Der Wunsch nach Normalität

Vor sechs Monaten ist im Ostallgäue­r Rettenbach ein Haus explodiert. Wie Betroffene zurück ins Leben finden

- Von Stefanie Gronostay

RETTENBACH - Sechs Monate ist es her, seit in Rettenbach am Auerberg (Ostallgäu) ein Wohnhaus explodiert ist. Und die Wunden sind längst nicht verheilt. Eine Familie versucht, sich ins Leben zurückzukä­mpfen. Ein Ort versucht, zur Normalität zurückzufi­nden.

„Die Ermittlung­en dauern an“, sagt Susanne Fritzsche, Pressespre­cherin der Staatsanwa­ltschaft Kempten. Zusammen mit der Kripo Kempten ist die Behörde für den Fall Rettenbach zuständig und geht der Frage nach, ob jemand für die Explosion zur Verantwort­ung gezogen werden kann. Ermittelt wird gegen Unbekannt. Der Tatvorwurf lautet: fahrlässig­e Tötung.

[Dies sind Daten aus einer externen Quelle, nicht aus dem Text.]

func TestPearsonReference(t *testing.T) {
	t.Parallel()
	// scipy 1.10.1 scipy.stats.pearsonr via refcheck.py; Fisher-z CI at 95 %.
	cases := []struct {
		name         string
		r, p, lo, hi float64
	}{
		{"I", 0.81642051634484, 0.002169628873078783, 0.4243912133932165, 0.9506932537865606},
		{"IV", 0.816521436888503, 0.002164602347197214, 0.4246393822445132, 0.9507223620781419},
		{"ties", 0.9447962479293388, 3.618055267383367e-08, 0.8446965553290496, 0.9810405302678755},
	}
	for _, tc := range cases {
		x, y := rankRefData(t, tc.name)
		c := Pearson(x, y, 0.95)
		if !coreClose(c.R, tc.r, 1e-15) || !coreClose(c.P, tc.p, 1e-13*tc.p) ||
			!coreClose(c.CILow, tc.lo, 1e-12) || !coreClose(c.CIHigh, tc.hi, 1e-12) {
			t.Errorf("%s: Pearson = %+v; scipy r %.16g p %.16g CI [%.16g, %.16g]", tc.name, c, tc.r, tc.p, tc.lo, tc.hi)
		}
		if c.DF != len(x)-2 || !coreClose(c.R2, tc.r*tc.r, 1e-13) {
			t.Errorf("%s: DF %d R2 %g", tc.name, c.DF, c.R2)
		}
	}
}

func TestRanks(t *testing.T) {
	t.Parallel()
	// Hand-checkable: average ranks (Kendall & Gibbons 1990, §3.8).
	got := Ranks([]float64{10, 20, 20, 5, 20, 7})
	want := []float64{3, 5, 5, 1, 5, 2}
	for i := range want {
		if got[i] != want[i] {
			t.Fatalf("Ranks = %v, want %v", got, want)
		}
	}
	// Against a naive O(n²) definition on random tied data.
	rng := rand.New(rand.NewPCG(7, 1))
	for trial := 0; trial < 100; trial++ {
		n := 1 + rng.IntN(40)
		x := make([]float64, n)
		for i := range x {
			x[i] = float64(rng.IntN(8))
		}
		r := Ranks(x)
		for i := range x {
			less, eq := 0, 0
			for j := range x {
				if x[j] < x[i] {
					less++
				} else if x[j] == x[i] {
					eq++
				}
			}
			if w := float64(less) + float64(eq+1)/2; r[i] != w {
				t.Fatalf("Ranks(%v)[%d] = %g, want %g", x, i, r[i], w)
			}
		}
	}
}
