package stats

// Helpers shared by the tests of the core statistics (describe,
// correlation, lsq, influence). Names carry a "core" prefix so that they
// cannot collide with helpers of other test files in this package.

import (
	"math"
)

// coreClose reports whether got is within tol of want, relatively when
// |want| > 1 and absolutely otherwise; NaN matches only NaN.
func coreClose(got, want, tol float64) bool {
	if math.IsNaN(want) || math.IsNaN(got) {
		return math.IsNaN(want) && math.IsNaN(got)
	}
	if math.IsInf(want, 0) {
		return got == want
	}
	return math.Abs(got-want) <= tol*math.Max(1, math.Abs(want))
}

// corePanics reports whether f panics.
func corePanics(f func()) (panicked bool) {
	defer func() {
		if recover() != nil {
			panicked = true
		}
	}()
	f()
	return false
}

// coreWithout returns x without element i.
func coreWithout(x []float64, i int) []float64 {
	out := make([]float64, 0, len(x)-1)
	out = append(out, x[:i]...)
	return append(out, x[i+1:]...)
}
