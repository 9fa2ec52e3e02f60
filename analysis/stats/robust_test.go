package stats

import (
	"math"
	"math/rand/v2"
	"path/filepath"
	"sort"
	"testing"

	"bivar/internal/reference"
)

// Reference values: statsmodels 0.13.5 (numpy 1.24.2, scipy 1.10.1) by
// testdata/robustref.py, run as /usr/bin/python3 on the NIST StRD files
// read in place:
//
//	OLS(y, add_constant(x)).fit(cov_type="HC3").bse[1]
//	OLS(y, add_constant(x)).fit(cov_type="HAC",
//	    cov_kwds={"maxlags": L, "kernel": "bartlett", "use_correction": False}).bse[1]
//	statsmodels.tsa.stattools.acf(v, nlags=1, fft=False)[1]
//
// with L = floor(4 (n/100)^(2/9)); statsmodels' HAC default is
// use_correction=False, stated explicitly in the call (with True its SE
// is larger by √(n/(n − 2)): 0.0014445494970139043 for Longley).
var robustRef = []struct {
	file       string
	xcol       int  // predictor column (0-based among x1, x2, …)
	byLastCol  bool // rows in order of the last predictor (Longley's year)
	lags       int
	hc3, hac   float64
	acfX, acfY float64
}{
	{"Longley.dat", 1, true, 2, 0.001561919042948443, 0.0013512523240156642, 0.7937830091106455, 0.7815622158480158},
	{"Norris.dat", 0, false, 3, 0.0005231447809287869, 0.0005514797812028345, 0.14036034843965806, 0.13917043641803964},
}

func TestRobustSlopeSE(t *testing.T) {
	for _, c := range robustRef {
		d := parseStRD(t, filepath.Join(reference.Dir(t), "nist-strd", c.file))
		n := len(d.y)
		idx := make([]int, n)
		for i := range idx {
			idx[i] = i
		}
		if c.byLastCol {
			last := d.x[len(d.x)-1]
			sort.SliceStable(idx, func(a, b int) bool { return last[idx[a]] < last[idx[b]] })
		}
		x, y := make([]float64, n), make([]float64, n)
		for k, i := range idx {
			x[k], y[k] = d.x[c.xcol][i], d.y[i]
		}
		if got := NeweyWestLags(n); got != c.lags {
			t.Errorf("%s: NeweyWestLags(%d) = %d, want %d", c.file, n, got, c.lags)
		}
		_, hc3 := SlopeHC3(x, y)
		_, hac := SlopeHAC(x, y, c.lags)
		ax, ay := Lag1Autocorr(x), Lag1Autocorr(y)
		for _, v := range []struct {
			name      string
			got, want float64
		}{{"HC3 SE", hc3, c.hc3}, {"HAC SE", hac, c.hac}, {"lag-1 acf of x", ax, c.acfX}, {"lag-1 acf of y", ay, c.acfY}} {
			if math.Abs(v.got-v.want) > 1e-9*math.Abs(v.want) {
				t.Errorf("%s: %s = %.17g, statsmodels %.17g", c.file, v.name, v.got, v.want)
			}
		}
	}
}

// TestHACManyLags: Newey–West with more lags than the first two cases, so
// that SlopeHAC's four-lags-at-a-time pass runs once and more often, with
// and without a remainder (7, 9, 13 and 17 lags), against statsmodels
// 0.13.5 (Debian's python3-statsmodels) on NIST's Norris data in file
// order:
//
//	sm.OLS(y, sm.add_constant(x)).fit(cov_type="HAC",
//	    cov_kwds={"maxlags": L, "use_correction": False}).bse[1]
func TestHACManyLags(t *testing.T) {
	d := parseStRD(t, filepath.Join(reference.Dir(t), "nist-strd", "Norris.dat"))
	for _, c := range []struct {
		lags int
		want float64
	}{{7, 0.0006213394456180952}, {9, 0.0006378639353323315}, {13, 0.0006574857043856037}, {17, 0.0006513134007658038}} {
		if _, se := SlopeHAC(d.x[0], d.y, c.lags); math.Abs(se-c.want) > 1e-9*c.want {
			t.Errorf("Norris, %d lags: HAC SE = %.17g, statsmodels %.17g", c.lags, se, c.want)
		}
	}
}

// TestHACIdentities: with no lags the HAC SE is the HC0 SE, Σu²/Sxx²
// (White 1980), and HC3 ≥ HC0; they do not depend on the order of the
// rows, while HAC with lags does.
func TestHACIdentities(t *testing.T) {
	x := []float64{1, 2, 3, 4, 5, 6, 7, 8, 9, 10}
	y := []float64{1.2, 1.9, 3.4, 3.8, 5.5, 5.9, 7.4, 7.7, 9.6, 9.8}
	mx, my, sxx, b := lineParts(x, y)
	var s float64
	for i := range x {
		dx := x[i] - mx
		e := y[i] - my - b*dx
		s += dx * dx * e * e
	}
	_, h0 := SlopeHAC(x, y, 0)
	if want := math.Sqrt(s) / sxx; math.Abs(h0-want) > 1e-15*want {
		t.Errorf("HAC with 0 lags %v, HC0 %v", h0, want)
	}
	if _, h3 := SlopeHC3(x, y); !(h3 > h0) {
		t.Errorf("HC3 %v not above HC0 %v", h3, h0)
	}
	if _, se := SlopeHAC(x[:2], y[:2], 1); !math.IsNaN(se) {
		t.Errorf("two rows: %v, want NaN", se)
	}
}

// TestEffectiveN: Bartlett's formula, capped at n, and the t-test and
// Fisher interval with n_eff = n are Pearson's.
func TestEffectiveN(t *testing.T) {
	if got, want := EffectiveN(100, 0.5, 0.6), 100*(1-0.3)/(1+0.3); math.Abs(got-want) > 1e-12 {
		t.Errorf("EffectiveN(100, 0.5, 0.6) = %v, want %v", got, want)
	}
	if got := EffectiveN(100, 0.5, -0.6); got != 100 {
		t.Errorf("EffectiveN with ρxρy < 0 = %v, want the cap 100", got)
	}
	x := []float64{1, 2, 3, 4, 5, 6, 7, 8, 9, 10, 11, 12}
	y := []float64{2, 1, 4, 3, 6, 5, 5, 9, 7, 11, 10, 12}
	c := Pearson(x, y, 0.95)
	p, lo, hi := CorrelationEff(c.R, float64(len(x)), 0.95)
	if math.Abs(p-c.P) > 1e-12*c.P || math.Abs(lo-c.CILow) > 1e-12 || math.Abs(hi-c.CIHigh) > 1e-12 {
		t.Errorf("CorrelationEff with n_eff = n: p %v CI %v to %v; Pearson p %v CI %v to %v", p, lo, hi, c.P, c.CILow, c.CIHigh)
	}
}

// TestSlopeHACRun: the HAC slope and SE with the line summed in one order
// and the scores taken in run order equal those of the rows copied into
// run order (an identity; the sums about the means are taken in another
// order, so to rounding).
func TestSlopeHACRun(t *testing.T) {
	rng := rand.New(rand.NewPCG(7, 8))
	n := 5000
	x, y := make([]float64, n), make([]float64, n)
	for i := range x {
		x[i] = rng.NormFloat64()
		y[i] = 1 + 2*x[i] + rng.NormFloat64()
	}
	order := make([]int32, n)
	for i := range order {
		order[i] = int32(i)
	}
	rng.Shuffle(n, func(i, j int) { order[i], order[j] = order[j], order[i] })
	ox, oy := make([]float64, n), make([]float64, n)
	for t, i := range order {
		ox[t], oy[t] = x[i], y[i]
	}
	b1, se1 := SlopeHAC(ox, oy, NeweyWestLags(n))
	b2, se2 := SlopeHACRun(x, y, ox, oy, NeweyWestLags(n))
	if math.Abs(b1-b2) > 1e-13*math.Abs(b1) || math.Abs(se1-se2) > 1e-12*se1 {
		t.Errorf("copied: %v ± %v; line in the first order: %v ± %v", b1, se1, b2, se2)
	}
}
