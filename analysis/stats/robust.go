package stats

// This file holds standard errors of the straight line's slope that do not
// assume independent rows with an even scatter (HC3; Newey–West HAC), the
// lag-1 autocorrelation, and Bartlett's effective sample size for r.

import (
	"math"

	"bivar/internal/hugepage"
)

// lineParts returns the means of x and y, Sxx and the least-squares
// slope (two passes about the means); the residual of row i is then
// y_i − ȳ − slope·(x_i − x̄). No column is allocated: at 10⁷ rows the
// centred x and the residuals were 160 MB per call.
func lineParts(x, y []float64) (mx, my, sxx, slope float64) {
	n := len(x)
	for i := range x {
		mx += x[i]
		my += y[i]
	}
	mx /= float64(n)
	my /= float64(n)
	var sxy float64
	for i := range x {
		dx := x[i] - mx
		sxx += dx * dx
		sxy += dx * (y[i] - my)
	}
	return mx, my, sxx, sxy / sxx
}

// SlopeHC3 returns the least-squares slope of y on x and its
// heteroscedasticity-consistent standard error of type HC3 (MacKinnon &
// White 1985, J. Econometrics 29:305–325; Long & Ervin 2000, Am. Stat.
// 54:217–224, who recommend it for small samples): the slope element of
// (XᵀX)⁻¹ Xᵀ diag(e_i²/(1 − h_i)²) X (XᵀX)⁻¹, which for the straight line is
//
//	Var(b1) = Σ (x_i − x̄)² e_i² / (1 − h_i)² / Sxx²,  h_i = 1/n + (x_i − x̄)²/Sxx.
//
// It equals statsmodels' OLS(...).fit(cov_type="HC3").bse[1]. It does not
// assume an even scatter about the line; it does assume independent rows.
// x and y must have equal length (it panics otherwise); NaN when n < 3,
// x is constant, or a leverage is 1.
func SlopeHC3(x, y []float64) (slope, se float64) {
	if len(x) != len(y) {
		panic("stats: SlopeHC3: x and y lengths differ")
	}
	n := len(x)
	if n < 3 {
		return math.NaN(), math.NaN()
	}
	mx, my, sxx, b := lineParts(x, y)
	if !(sxx > 0) {
		return math.NaN(), math.NaN()
	}
	var s float64
	for i := range x {
		dx := x[i] - mx
		e := y[i] - my - b*dx
		h := 1/float64(n) + dx*dx/sxx
		if !(h < 1) {
			return b, math.NaN()
		}
		u := dx * e / (1 - h)
		s += u * u
	}
	return b, math.Sqrt(s) / sxx
}

// NeweyWestLags returns the number of lags floor(4·(n/100)^(2/9)), the
// rule of Newey & West (1994, "Automatic lag selection in covariance
// matrix estimation", Rev. Econ. Stud. 61:631–653) for the Bartlett kernel
// without data-driven selection; 0 for n < 1.
func NeweyWestLags(n int) int {
	if n < 1 {
		return 0
	}
	return int(math.Floor(4 * math.Pow(float64(n)/100, 2.0/9.0)))
}

// SlopeHAC returns the least-squares slope of y on x and its
// heteroscedasticity-and-autocorrelation-consistent standard error (Newey
// & West 1987, Econometrica 55:703–708), the rows taken in the order given
// (run order), with the Bartlett kernel over lags lags and no small-sample
// factor: with u_t = (x_t − x̄) e_t,
//
//	Var(b1) = [ Σ_t u_t² + 2 Σ_{l=1..L} (1 − l/(L+1)) Σ_{t>l} u_t u_{t−l} ] / Sxx²,
//
// the slope element of the sandwich (XᵀX)⁻¹ S (XᵀX)⁻¹. It equals
// statsmodels' OLS(y, add_constant(x)).fit(cov_type="HAC",
// cov_kwds={"maxlags": L}).bse[1], whose use_correction is False by
// default (no n/(n − k) factor). x and y must have equal length (it panics
// otherwise); NaN when n < 3, x is constant or lags < 0.
func SlopeHAC(x, y []float64, lags int) (slope, se float64) {
	if len(x) != len(y) {
		panic("stats: SlopeHAC: x and y lengths differ")
	}
	return slopeHAC(x, y, x, y, lags)
}

// SlopeHACRun is SlopeHAC with the line (means, Sxx and slope) taken from
// x and y as given, and the scores u_t from rx and ry: the same pairs in
// run order. Summing the line in one fixed order keeps its last bits
// those of the caller's other figures whatever the run order; one column
// of n (u) is its working memory. The four columns must have equal length
// (it panics otherwise).
func SlopeHACRun(x, y, rx, ry []float64, lags int) (slope, se float64) {
	if len(x) != len(y) || len(rx) != len(x) || len(ry) != len(x) {
		panic("stats: SlopeHACRun: lengths differ")
	}
	return slopeHAC(x, y, rx, ry, lags)
}

// slopeHAC is SlopeHAC with the line from x, y and the scores from rx, ry
// in run order.
func slopeHAC(x, y, rx, ry []float64, lags int) (slope, se float64) {
	n := len(x)
	if n < 3 || lags < 0 {
		return math.NaN(), math.NaN()
	}
	mx, my, sxx, b := lineParts(x, y)
	if !(sxx > 0) {
		return math.NaN(), math.NaN()
	}
	u := hugepage.Make[float64](n)
	var s float64
	for t := range u {
		dx := rx[t] - mx
		u[t] = dx * (ry[t] - my - b*dx)
		s += u[t] * u[t]
	}
	// The lagged products in blocks of t, every lag per block, so a block
	// is read from cache L times instead of u from memory L times (each
	// lag's sum is taken block by block, in ascending t). Four lags share
	// one pass over the block: their four sums are independent chains of
	// additions, which the processor overlaps, where one lag at a time
	// waited on each addition; each lag's sum is the same sequence of
	// operations either way.
	L := min(lags, n-1)
	c := make([]float64, L+1)
	const block = 2048
	for lo := 1; lo < n; lo += block {
		hi := min(lo+block, n)
		l := 1
		for ; l+3 <= L; l += 4 {
			// Rows below t0 lack a lagged partner for some of the four
			// lags: each lag starts at its own first row.
			t0 := max(lo, l+3)
			var a0, a1, a2, a3 float64
			for t := max(lo, l); t < t0 && t < hi; t++ {
				a0 += u[t] * u[t-l]
				if t >= l+1 {
					a1 += u[t] * u[t-l-1]
				}
				if t >= l+2 {
					a2 += u[t] * u[t-l-2]
				}
			}
			for t := t0; t < hi; t++ {
				v := u[t]
				a0 += v * u[t-l]
				a1 += v * u[t-l-1]
				a2 += v * u[t-l-2]
				a3 += v * u[t-l-3]
			}
			c[l] += a0
			c[l+1] += a1
			c[l+2] += a2
			c[l+3] += a3
		}
		for ; l <= L; l++ {
			var acc float64
			for t := max(lo, l); t < hi; t++ {
				acc += u[t] * u[t-l]
			}
			c[l] += acc
		}
	}
	for l := 1; l <= L; l++ {
		s += 2 * (1 - float64(l)/float64(lags+1)) * c[l]
	}
	if s < 0 { // cannot happen with the Bartlett kernel, which keeps S positive semi-definite
		return b, math.NaN()
	}
	return b, math.Sqrt(s) / sxx
}

// Lag1Autocorr returns the lag-1 autocorrelation of v in the order given,
// Σ_t (v_t − v̄)(v_{t+1} − v̄) / Σ_t (v_t − v̄)² (the usual estimator, as
// statsmodels.tsa.stattools.acf(v, nlags=1)[1]); NaN for n < 3 or
// constant v.
func Lag1Autocorr(v []float64) float64 {
	n := len(v)
	if n < 3 {
		return math.NaN()
	}
	var m float64
	for _, a := range v {
		m += a
	}
	m /= float64(n)
	var num, den float64
	for t, a := range v {
		d := a - m
		den += d * d
		if t+1 < n {
			num += d * (v[t+1] - m)
		}
	}
	if !(den > 0) {
		return math.NaN()
	}
	return num / den
}

// EffectiveN returns Bartlett's effective sample size for the correlation
// of two series observed in the same order, each taken as first-order
// autoregressive with lag-1 autocorrelations rhoX and rhoY:
//
//	n_eff = n (1 − ρx ρy) / (1 + ρx ρy)
//
// (Bartlett 1935, "Some aspects of the time-correlation problem in regard
// to tests of significance", J. R. Stat. Soc. 98:536–543; in this form
// eq. 31 of Bretherton, Widmann, Dymnikov, Wallace & Bladé 1999, "The
// effective number of spatial degrees of freedom of a time-varying
// field", J. Climate 12:1990–2009 — cited from memory). It is capped at n
// (negative ρx ρy would give more than n, a gain the approximation does
// not support) and NaN when either ρ is NaN.
func EffectiveN(n int, rhoX, rhoY float64) float64 {
	if math.IsNaN(rhoX) || math.IsNaN(rhoY) {
		return math.NaN()
	}
	p := rhoX * rhoY
	return math.Min(float64(n), float64(n)*(1-p)/(1+p))
}

// CorrelationEff returns the two-sided p of the t-test of r and its
// Fisher-z interval at confidence conf with an effective sample size neff
// in place of n: t = r √(neff − 2)/√(1 − r²) on neff − 2 degrees of
// freedom, and tanh(atanh r ± z_{(1+conf)/2}/√(neff − 3)). NaN when neff ≤ 3
// or |r| ≥ 1.
func CorrelationEff(r, neff, conf float64) (p, lo, hi float64) {
	if !(neff > 3) || !(math.Abs(r) < 1) {
		return math.NaN(), math.NaN(), math.NaN()
	}
	t := r * math.Sqrt(neff-2) / math.Sqrt(1-r*r)
	p = TwoSidedT(t, neff-2)
	z := math.Atanh(r)
	h := NormalQuantile((1+conf)/2) / math.Sqrt(neff-3)
	return p, math.Tanh(z - h), math.Tanh(z + h)
}
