// signed is num with an explicit + on positive values.
func signed(f report.Float) string {
	s := num(f)
	if f.Valid() && float64(f) > 0 {
		return "+" + s
	}
	return s
}

// fix2 writes a test statistic with two decimals.
func fix2(f report.Float) string {
	if !f.Valid() {
		if math.IsInf(float64(f), 0) {
			return strconv.FormatFloat(float64(f), 'f', 0, 64)
		}
		return "—"
	}
	return strconv.FormatFloat(float64(f), 'f', 2, 64)
}

// pval writes a p-value with the project's one formatter,
// findings.PValue ("< 0.0001" below 0.0001), "—" when undefined.
func pval(f report.Float) string {
	if !f.Valid() {
		return "—"
	}
	return findings.PValue(float64(f))
}

// padj writes a p-value that is compared with alpha (an adjusted p):
// findings.PValueVs, which adds digits where PValue's rounding would put
// it on the other side of alpha (0.0496 prints as 0.0496, not 0.050).
func padj(f report.Float, alpha float64) string {
	if !f.Valid() {
		return "—"
	}
	return findings.PValueVs(float64(f), alpha)
}

func adjustName(a string) string {
	switch a {
	case "holm":
		return "Holm's step-down method"
	case "bh":
		return "Benjamini–Hochberg"
	case "none":
		return "no adjustment"
	}
	return a
}

func verdictName(n string) string { return compare.VerdictName(n) }

// anchor is the id of a study's section in diff.html: "study-" and the
// study id with every character outside [A-Za-z0-9_-] replaced by "-".
func anchor(id string) string {
	return "study-" + strings.Map(func(r rune) rune {
		if r == '-' || r == '_' || ('a' <= r && r <= 'z') || ('A' <= r && r <= 'Z') || ('0' <= r && r <= '9') {
			return r
		}
		return '-'
	}, id)
}

// code makes s safe inside a one-backtick code span (and a table cell).
func code(s string) string {
	return strings.NewReplacer("`", "'", "\n", " ", "\r", " ", "|", "\\|").Replace(s)
}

Bei dem Unglück vor einem halben Jahr kamen ein 42-jähriger Familienva­ter und seine siebenjähr­ige Tochter ums Leben. Die Mutter der Familie, Sandra Humm, wurde mit lebensgefä­hrlichen Brandverle­tzungen aus dem zusammenge­stürzten Keller des Hauses geborgen. Zwei weitere Söhne waren zum Zeitpunkt des Unglücks nicht im Haus und blieben körperlich unversehrt.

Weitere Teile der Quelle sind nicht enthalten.